Saved data entries:
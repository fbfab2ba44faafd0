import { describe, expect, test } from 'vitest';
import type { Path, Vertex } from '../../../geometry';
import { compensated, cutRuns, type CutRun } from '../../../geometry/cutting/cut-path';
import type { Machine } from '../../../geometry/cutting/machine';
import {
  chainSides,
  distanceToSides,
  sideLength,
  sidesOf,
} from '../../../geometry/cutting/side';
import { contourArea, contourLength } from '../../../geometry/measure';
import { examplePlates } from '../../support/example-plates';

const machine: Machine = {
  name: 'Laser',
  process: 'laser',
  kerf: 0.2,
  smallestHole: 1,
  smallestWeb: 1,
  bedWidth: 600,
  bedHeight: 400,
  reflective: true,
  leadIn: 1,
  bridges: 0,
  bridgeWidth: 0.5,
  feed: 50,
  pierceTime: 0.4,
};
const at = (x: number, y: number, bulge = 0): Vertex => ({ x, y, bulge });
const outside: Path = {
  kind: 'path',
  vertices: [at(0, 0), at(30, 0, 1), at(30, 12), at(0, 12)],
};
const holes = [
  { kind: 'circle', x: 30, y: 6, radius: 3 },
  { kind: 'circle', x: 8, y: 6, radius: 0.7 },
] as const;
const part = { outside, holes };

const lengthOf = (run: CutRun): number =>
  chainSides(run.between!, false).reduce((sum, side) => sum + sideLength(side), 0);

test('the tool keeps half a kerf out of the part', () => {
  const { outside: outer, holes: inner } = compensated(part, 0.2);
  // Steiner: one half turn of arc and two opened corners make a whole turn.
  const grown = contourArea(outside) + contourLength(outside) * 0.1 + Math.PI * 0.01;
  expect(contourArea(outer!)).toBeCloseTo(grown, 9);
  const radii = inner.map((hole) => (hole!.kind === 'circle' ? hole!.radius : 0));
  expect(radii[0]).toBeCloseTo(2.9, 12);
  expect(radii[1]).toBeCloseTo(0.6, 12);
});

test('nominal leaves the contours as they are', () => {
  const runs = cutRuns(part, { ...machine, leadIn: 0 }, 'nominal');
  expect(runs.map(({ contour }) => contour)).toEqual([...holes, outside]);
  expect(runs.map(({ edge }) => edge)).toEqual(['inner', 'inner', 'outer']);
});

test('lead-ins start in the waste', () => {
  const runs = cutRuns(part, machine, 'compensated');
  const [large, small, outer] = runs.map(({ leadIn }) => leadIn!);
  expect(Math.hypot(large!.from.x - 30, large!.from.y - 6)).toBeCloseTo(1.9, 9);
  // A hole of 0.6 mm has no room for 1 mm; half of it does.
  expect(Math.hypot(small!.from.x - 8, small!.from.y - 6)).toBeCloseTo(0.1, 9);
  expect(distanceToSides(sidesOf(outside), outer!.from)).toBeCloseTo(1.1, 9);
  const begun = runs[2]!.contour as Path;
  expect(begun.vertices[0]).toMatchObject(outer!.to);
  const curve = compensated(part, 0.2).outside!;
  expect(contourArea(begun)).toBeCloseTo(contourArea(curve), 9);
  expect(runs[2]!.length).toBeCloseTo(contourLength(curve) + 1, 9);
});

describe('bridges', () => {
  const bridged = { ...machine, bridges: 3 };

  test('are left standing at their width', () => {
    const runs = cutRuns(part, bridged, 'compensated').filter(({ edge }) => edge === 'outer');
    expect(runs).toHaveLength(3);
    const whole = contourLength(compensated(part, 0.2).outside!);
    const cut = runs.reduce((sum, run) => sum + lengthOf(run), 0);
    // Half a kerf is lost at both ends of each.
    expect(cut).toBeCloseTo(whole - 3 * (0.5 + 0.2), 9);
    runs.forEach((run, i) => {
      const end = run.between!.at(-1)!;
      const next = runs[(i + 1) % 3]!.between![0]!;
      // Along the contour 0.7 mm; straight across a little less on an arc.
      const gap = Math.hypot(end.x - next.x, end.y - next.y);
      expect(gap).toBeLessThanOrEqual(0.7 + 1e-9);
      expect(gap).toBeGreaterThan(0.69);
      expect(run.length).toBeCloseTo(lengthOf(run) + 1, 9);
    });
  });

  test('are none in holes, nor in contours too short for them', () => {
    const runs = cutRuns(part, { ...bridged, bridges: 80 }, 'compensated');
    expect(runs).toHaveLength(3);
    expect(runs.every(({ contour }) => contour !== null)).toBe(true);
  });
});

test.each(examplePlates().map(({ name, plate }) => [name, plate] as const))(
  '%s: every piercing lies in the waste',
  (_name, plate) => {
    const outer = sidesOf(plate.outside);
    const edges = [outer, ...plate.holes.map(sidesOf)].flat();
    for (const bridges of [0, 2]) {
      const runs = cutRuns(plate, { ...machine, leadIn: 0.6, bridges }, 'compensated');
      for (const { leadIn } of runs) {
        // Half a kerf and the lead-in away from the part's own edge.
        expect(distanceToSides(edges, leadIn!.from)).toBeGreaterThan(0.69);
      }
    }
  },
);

*Problem to solve*.
Within the entries, determine the count of lines containing the string "edges" and output it alone.

*Output of the exercise*.
2